I converted it to Python: How to find all occurrences of a substring in a string while ignore some characters in Python?

Upvotes: 1

pierroz
pierroz

Reputation: 7870

in your example you would do:

string input = "Hello, -this-, is a string";
string ignore = "[-,]*";
Regex r = new Regex(string.Format("H{0}e{0}l{0}l{0}o{0} {0}t{0}h{0}i{0}s{0}", ignore));
Match m = r.Match(input);
return m.Success ? m.Value : string.Empty;

Dynamically you would build the part [-, ] with all the characters to ignore and you would insert this part between all the characters of your query.

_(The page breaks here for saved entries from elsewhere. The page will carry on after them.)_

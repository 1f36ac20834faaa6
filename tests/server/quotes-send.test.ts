import { afterAll, beforeAll, describe, expect, it } from 'vitest';
import type { AppInstance } from '../../server/app';
import { draftQuote } from '../../shared/quotes/quote-pricing';
import type { RateCard } from '../../shared/schemas/listing-service';
import type { InboxRequestView, QuoteRequestView } from '../../shared/types/quotes';
import { waitForMail } from '../support/inbox';
import { serviceBody } from '../support/listing-factories';
import { startTestApp } from '../support/test-app';
import { askBoth, ONE_BOARD, quoteAsDrafted, quoteWorld, type QuoteWorld } from './quotes-fixture';

let app: AppInstance;
let world: QuoteWorld;

beforeAll(async () => {
  app = await startTestApp();
  world = await quoteWorld(app);
}, 60_000);
afterAll(() => app.close());

const CARD = serviceBody().rateCard as RateCard;

describe('GET /api/quotes/inbox/:id', () => {
  it('prefills the quote from the plan’s bill of materials priced by the builder’s rate card', async () => {
    const id = await askBoth(world);
    const view = (await world.near.agent.get(`/api/quotes/inbox/${id}`).expect(200)).body.request as InboxRequestView;
    expect(view.draft).toEqual(draftQuote(ONE_BOARD, CARD, view.distanceKm));
    // 8.422 m × £45 + 0.72 m² × £30 + one leg set £60 (tests/shared/quotes/quote-pricing.test.ts)
    expect(view.draft!.itemMinor).toBe(46_059);
    expect(view.draft!.deliveryMinor).toBe(view.distanceKm * 60);
    expect(view.depositBps).toBe(3000);
    expect(view.quote).toBeNull();
  });
});

describe('POST /api/quotes/inbox/:id/quote', () => {
  it('sends the rate card’s pricing unchanged without a note, and e-mails the buyer', async () => {
    const id = await askBoth(world);
    await quoteAsDrafted(world.near, id);
    const mail = await waitForMail(world.buyer.user.email, 'Quote received from Caithness Frames');
    expect(mail.text).toContain(`/quotes/requests/${id}`);
    const request = (await world.buyer.agent.get(`/api/quotes/requests/${id}`).expect(200)).body
      .request as QuoteRequestView;
    expect(request.quotes).toHaveLength(1);
    const [quote] = request.quotes;
    expect(quote).toMatchObject({ adjusted: false, itemMinor: 46_059, depositBps: 3000, state: 'sent' });
    // The buyer pays item + delivery + the buyer's fee (orderAmounts); the deposit is 30 % of that, rounded half up.
    expect(quote!.totalMinor).toBe(46_059 + quote!.deliveryMinor + quote!.buyerFeeMinor);
    expect(quote!.depositMinor).toBe(Math.floor((quote!.totalMinor * 3000 + 5000) / 10_000));
    expect(request.recipients.find((r) => r.listingId === world.near.listing.id)?.state).toBe('quoted');
  });

  it('answers 422 on the note when a price is changed without one, and keeps the note when given', async () => {
    const id = await askBoth(world);
    const view = (await world.second.agent.get(`/api/quotes/inbox/${id}`).expect(200)).body.request as InboxRequestView;
    const lines = view.draft!.lines.map((l) => ({ key: l.key, label: l.label, amountMinor: l.amountMinor }));
    lines[lines.length - 1] = { ...lines[lines.length - 1]!, amountMinor: 9_500 };
    const body = { lines, deliveryMinor: view.draft!.deliveryMinor, leadTimeWeeks: 8, validDays: 14 };
    const bare = await world.second.agent.post(`/api/quotes/inbox/${id}/quote`).send(body).expect(422);
    expect(bare.body.error.fields.note).toMatch(/what you changed/);
    const note = 'Materials priced at my merchant: birch ply and planed 2x1.';
    await world.second.agent
      .post(`/api/quotes/inbox/${id}/quote`)
      .send({ ...body, note })
      .expect(201);
    const request = (await world.buyer.agent.get(`/api/quotes/requests/${id}`).expect(200)).body
      .request as QuoteRequestView;
    expect(request.quotes[0]).toMatchObject({ adjusted: true, note, itemMinor: 46_059 + 9_500, leadTimeWeeks: 8 });
    // The changed line became a lump sum; the rate card's lines keep their quantity and rate.
    expect(request.quotes[0]!.lines[0]).toMatchObject({ quantity: 8.42, rateMinor: 4_500 });
  });

  it('answers 409 when the builder sends a second quote for the same request', async () => {
    const id = await askBoth(world);
    await quoteAsDrafted(world.near, id);
    const view = (await world.near.agent.get(`/api/quotes/inbox/${id}`).expect(200)).body.request as InboxRequestView;
    const res = await world.near.agent
      .post(`/api/quotes/inbox/${id}/quote`)
      .send({
        lines: [{ key: 'builder', label: 'Frames', amountMinor: 100 }],
        deliveryMinor: 0,
        leadTimeWeeks: 2,
        validDays: 30,
        note: 'Again',
      })
      .expect(409);
    expect(res.body.error.code).toBe('already_quoted');
    expect(view.quote?.state).toBe('sent');
  });

  it('answers 422 for a quote whose lines add up to nothing', async () => {
    const id = await askBoth(world);
    const res = await world.near.agent
      .post(`/api/quotes/inbox/${id}/quote`)
      .send({
        lines: [{ key: 'builder', label: 'Nothing', amountMinor: 0 }],
        deliveryMinor: 0,
        leadTimeWeeks: 2,
        validDays: 30,
        note: 'Free',
      })
      .expect(422);
    expect(res.body.error.fields.lines).toMatch(/add up to nothing/);
  });
});

describe('PUT /api/quotes/settings', () => {
  it('lets a builder set their deposit, which later quotes carry', async () => {
    const res = await world.second.agent.put('/api/quotes/settings').send({ depositPercent: 40 }).expect(200);
    expect(res.body.settings).toEqual({ depositBps: 4000, builder: true });
    const id = await askBoth(world);
    await quoteAsDrafted(world.second, id);
    const request = (await world.buyer.agent.get(`/api/quotes/requests/${id}`).expect(200)).body
      .request as QuoteRequestView;
    expect(request.quotes[0]!.depositBps).toBe(4000);
    await world.second.agent.put('/api/quotes/settings').send({ depositPercent: 30 }).expect(200);
  });

  it('answers 422 outside 10–50 % and 409 for a member who is not a builder', async () => {
    const res = await world.second.agent.put('/api/quotes/settings').send({ depositPercent: 60 }).expect(422);
    expect(res.body.error.fields.depositPercent).toMatch(/at most 50/);
    const member = await world.buyer.agent.put('/api/quotes/settings').send({ depositPercent: 20 }).expect(409);
    expect(member.body.error.code).toBe('not_a_builder');
  });
});
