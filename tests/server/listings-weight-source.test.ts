import { afterAll, beforeAll, describe, expect, it } from 'vitest';
import type { AppInstance } from '../../server/app';
import { Listing } from '../../server/features/listings/listing.entity';
import type { User } from '../../server/features/users/user.entity';
import { estimateModuleWeight, estimateToKg } from '../../shared/planner/estimate-module-weight';
import { moduleListingSchema } from '../../shared/schemas/listing-module';
import { buildUser } from '../support/factories';
import { buildListing, moduleBody } from '../support/listing-factories';
import { signedInAs } from '../support/sessions';
import { startTestApp } from '../support/test-app';

let app: AppInstance;
let seller: User;
/** The planner's estimate for the standard test body (1200 × 450 mm on legs), as the weight field takes it. */
let estimatedKg: number;

beforeAll(async () => {
  app = await startTestApp();
  seller = await buildUser(app.ctx.dataSource);
  const estimate = estimateModuleWeight(moduleListingSchema.parse(moduleBody()));
  if (!estimate.ok) throw new Error(estimate.reason);
  estimatedKg = estimateToKg(estimate.boardG);
});
afterAll(() => app.close());

describe('a module’s weight, weighed or estimated from its construction', () => {
  it('keeps a weight taken from the estimate as estimated, and shows it so', async () => {
    const agent = await signedInAs(app, seller);
    const res = await agent
      .post('/api/listings')
      .send(moduleBody({ weightKg: estimatedKg, weightSource: 'estimated' }));

    expect(res.status, JSON.stringify(res.body)).toBe(201);
    expect(res.body.listing.module).toMatchObject({ weightKg: estimatedKg, weightSource: 'estimated' });
    const again = await agent.get(`/api/listings/${res.body.listing.id}`);
    expect(again.body.listing.module.weightSource).toBe('estimated');
  });

  it('takes a weight sent without saying as entered by the seller', async () => {
    const res = await (await signedInAs(app, seller)).post('/api/listings').send(moduleBody({ weightKg: 11 }));

    expect(res.body.listing.module).toMatchObject({ weightKg: 11, weightSource: 'entered' });
  });

  it('answers 422 at the weight when an "estimated" weight is not the estimate', async () => {
    const res = await (
      await signedInAs(app, seller)
    )
      .post('/api/listings')
      .send(moduleBody({ weightKg: estimatedKg + 2, weightSource: 'estimated' }));

    expect(res.status).toBe(422);
    expect(res.body.error.fields.weightKg).toContain(`now comes to an estimated ${estimatedKg} kg`);
  });

  it('answers 422 when the top has no density to estimate from', async () => {
    const body = moduleBody({ weightKg: 5, weightSource: 'estimated' });
    const res = await (
      await signedInAs(app, seller)
    )
      .post('/api/listings')
      .send({ ...body, construction: { ...body.construction, topMaterial: 'softboard' } });

    expect(res.status).toBe(422);
    expect(res.body.error.fields.weightKg).toBe(
      'The planner has no density for fibre softboard, so weigh the board instead. Type the weight you measured.',
    );
  });

  it('shows a listing saved before the question was asked as entered', async () => {
    const listing = await buildListing(app.ctx.dataSource, seller);
    const { weightSource: _dropped, ...olderDetails } = listing.details as { weightSource?: string };
    await app.ctx.dataSource.getRepository(Listing).update(listing.id, { details: olderDetails as Listing['details'] });

    const res = await (await signedInAs(app, seller)).get(`/api/listings/${listing.id}`);
    expect(res.body.listing.module.weightSource).toBe('entered');
  });
});
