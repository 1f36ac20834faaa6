import { afterAll, beforeAll, describe, expect, it } from 'vitest';
import type { AppInstance } from '../../server/app';
import { haversineKm } from '../../shared/geo';
import type { BuilderChoice, InboxItem, QuoteRequestView } from '../../shared/types/quotes';
import { buildUser } from '../support/factories';
import { waitForMail } from '../support/inbox';
import { signedInAs } from '../support/sessions';
import { startTestApp } from '../support/test-app';
import { gazetteer } from '../../server/features/towns/gazetteer';
import { SavedPlan } from '../../server/features/plans/saved-plan.entity';
import { askBoth, ONE_BOARD, quoteWorld, type QuoteWorld } from './quotes-fixture';

let app: AppInstance;
let world: QuoteWorld;

beforeAll(async () => {
  app = await startTestApp();
  world = await quoteWorld(app);
}, 60_000);
afterAll(() => app.close());

describe('GET /api/quotes/builders', () => {
  it('offers the builders whose service area reaches the town, nearest first, with the distance rounded up', async () => {
    const res = await world.buyer.agent.get(`/api/quotes/builders?town=${world.townId}`).expect(200);
    const items = (res.body as { items: BuilderChoice[] }).items;
    const ids = items.map((i) => i.listingId);
    expect(ids.indexOf(world.near.listing.id)).toBeGreaterThanOrEqual(0);
    expect(ids.indexOf(world.near.listing.id)).toBeLessThan(ids.indexOf(world.second.listing.id));
    expect(ids).not.toContain(world.far.listing.id);
    const near = items.find((i) => i.listingId === world.near.listing.id)!;
    const l = world.near.listing;
    const thurso = (await gazetteer()).find(world.townId)!;
    expect(near.distanceKm).toBe(Math.ceil(haversineKm(thurso, { lat: l.latitude, lon: l.longitude })));
    expect(near.depositBps).toBe(3000);
  });

  it('answers 422 for a town that is not in the gazetteer', async () => {
    const res = await world.buyer.agent.get('/api/quotes/builders?town=1').expect(422);
    expect(res.body.error.fields).toHaveProperty('town');
  });
});

describe('POST /api/quotes/requests', () => {
  it('sends the plan to each chosen builder, by e-mail and into their inbox only', async () => {
    const id = await askBoth(world);
    const mail = await waitForMail(world.near.user.email, 'Quote request from Ada Sidebottom');
    expect(mail.text).toContain(`/quotes/inbox/${id}`);
    await waitForMail(world.second.user.email, 'Quote request from Ada Sidebottom');

    const inbox = (await world.near.agent.get('/api/quotes/inbox').expect(200)).body.items as InboxItem[];
    expect(inbox.find((i) => i.requestId === id)).toMatchObject({
      planName: 'Club exhibition module',
      state: 'waiting',
    });
    const farInbox = (await world.far.agent.get('/api/quotes/inbox').expect(200)).body.items as InboxItem[];
    expect(farInbox.map((i) => i.requestId)).not.toContain(id);
  });

  it('answers 404 when a builder opens a request not sent to them', async () => {
    const id = await askBoth(world);
    await world.far.agent.get(`/api/quotes/inbox/${id}`).expect(404);
    await world.far.agent
      .post(`/api/quotes/inbox/${id}/quote`)
      .send({
        lines: [{ key: 'builder', label: 'Frames', amountMinor: 100 }],
        deliveryMinor: 0,
        leadTimeWeeks: 2,
        validDays: 30,
      })
      .expect(404);
  });

  it('answers 404 when someone else opens the buyer’s request', async () => {
    const id = await askBoth(world);
    await world.near.agent.get(`/api/quotes/requests/${id}`).expect(404);
    const view = (await world.buyer.agent.get(`/api/quotes/requests/${id}`).expect(200)).body
      .request as QuoteRequestView;
    expect(view.recipients.map((r) => r.listingId)).toEqual([world.near.listing.id, world.second.listing.id]);
    expect(view.quotes).toEqual([]);
  });

  it('answers 422 for a builder whose area does not reach the town', async () => {
    const res = await world.buyer.agent
      .post('/api/quotes/requests')
      .send({ planId: world.planId, townId: world.townId, listingIds: [world.far.listing.id] })
      .expect(422);
    expect(res.body.error.fields.listingIds).toMatch(/does not work as far as Thurso/);
  });

  it('answers 422 for a plan that is not the buyer’s, and for a date already past', async () => {
    const other = await signedInAs(app, await buildUser(app.ctx.dataSource));
    const body = { planId: world.planId, townId: world.townId, listingIds: [world.near.listing.id] };
    const notMine = await other.post('/api/quotes/requests').send(body).expect(422);
    expect(notMine.body.error.fields.planId).toMatch(/saved plans/);
    const past = await world.buyer.agent
      .post('/api/quotes/requests')
      .send({ ...body, neededBy: '2020-01-01' })
      .expect(422);
    expect(past.body.error.fields.neededBy).toMatch(/after today/);
  });

  it('answers 422 when a builder asks themselves', async () => {
    const own = await app.ctx.dataSource
      .getRepository(SavedPlan)
      .save({ ownerId: world.near.user.id, name: 'My own yard', input: ONE_BOARD, shareToken: null });
    const res = await world.near.agent
      .post('/api/quotes/requests')
      .send({ planId: own.id, townId: world.townId, listingIds: [world.near.listing.id] })
      .expect(422);
    expect(res.body.error.fields.listingIds).toMatch(/Choose builders from the list/);
  });
});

Take care of '-' in the class []: put it at the beginning or at the end

So more generically, it would give something like:

public string Test(string query, string input, char[] ignorelist)
{
    string ignorePattern = "[";
    for (int i=0; i<ignoreList.Length; i++)
    {
        if (ignoreList[i] == '-')
        {
            ignorePattern.Insert(1, "-");
        }
        else
        {
            ignorePattern += ignoreList[i];
        }
    }

    ignorePattern += "]*";

    for (int i = 0; i < query.Length; i++)
    {
        pattern += query[0] + ignorepattern;
    }

    Regex r = new Regex(pattern);
    Match m = r.Match(input);
    return m.IsSuccess ? m.Value : string.Empty;
}

Upvotes: 1

Jamie Altizer
Jamie Altizer

Reputation: 1542

You could always use a combination of RegEx and string searching

public class RegExpression {

  public static void Example(string input, string ignore, string find)
  {
     string output = string.Format("Input: {1}{0}Ignore: {2}{0}Find: {3}{0}{0}", Environment.NewLine, input, ignore, find);
     if (SanitizeText(input, ignore).ToString().Contains(SanitizeText(find, ignore)))
        Console.WriteLine(output + "was matched");
     else
        Console.WriteLine(output + "was NOT matched");
     Console.WriteLine();
  }

  public static string SanitizeText(string input, string ignore)
  {
     Regex reg = new Regex("[^" + ignore + "]");
     StringBuilder newInput = new StringBuilder();
     foreach (Match m in reg.Matches(input))
     {
        newInput.Append(m.Value);
     }
     return newInput.ToString();
  }

}

Usage would be like

RegExpression.Example("Hello, -this- is a string", "-,", "Hello this");  //Should match
RegExpression.Example("Hello, -this- is a string", "-,", "Hello this2"); //Should not match
RegExpression.Example("?A&3/3/C)412&", "&/3C\\)", "A41"); // Should match
RegExpression.Example("?A&3/3/C) 412&", "&/3C\\)", "A41"); // Should not match
RegExpression.Example("?A&3/3/C)412&", "&/3C\\)", "A3C412&"); // Should match

Output

Input: Hello, -this- is a string Ignore: -, Find: Hello this

was matched

Input: Hello, -this- is a string Ignore: -, Find: Hello this2

was NOT matched

Input: ?A&3/3/C)412& Ignore: &/3C) Find: A41

was matched

Input: ?A&3/3/C) 412& Ignore: &/3C) Find: A41

was NOT matched

Input: ?A&3/3/C)412& Ignore: &/3C) Find: A3C412&

was matched

Upvotes: 0

Ahmad Mageed
Ahmad Mageed

Reputation: 96477

EDIT: here's an updated solution addressing the points in your recent update. The idea is the same except if you have one substring it will need to insert the ignore pattern between each character. If the substring contains spaces it will split on the spaces and insert the ignore pattern between those words. If you don't have a need for the latter functionality (which was more in line with your original question) then you can remove the Split and if checking that provides that pattern.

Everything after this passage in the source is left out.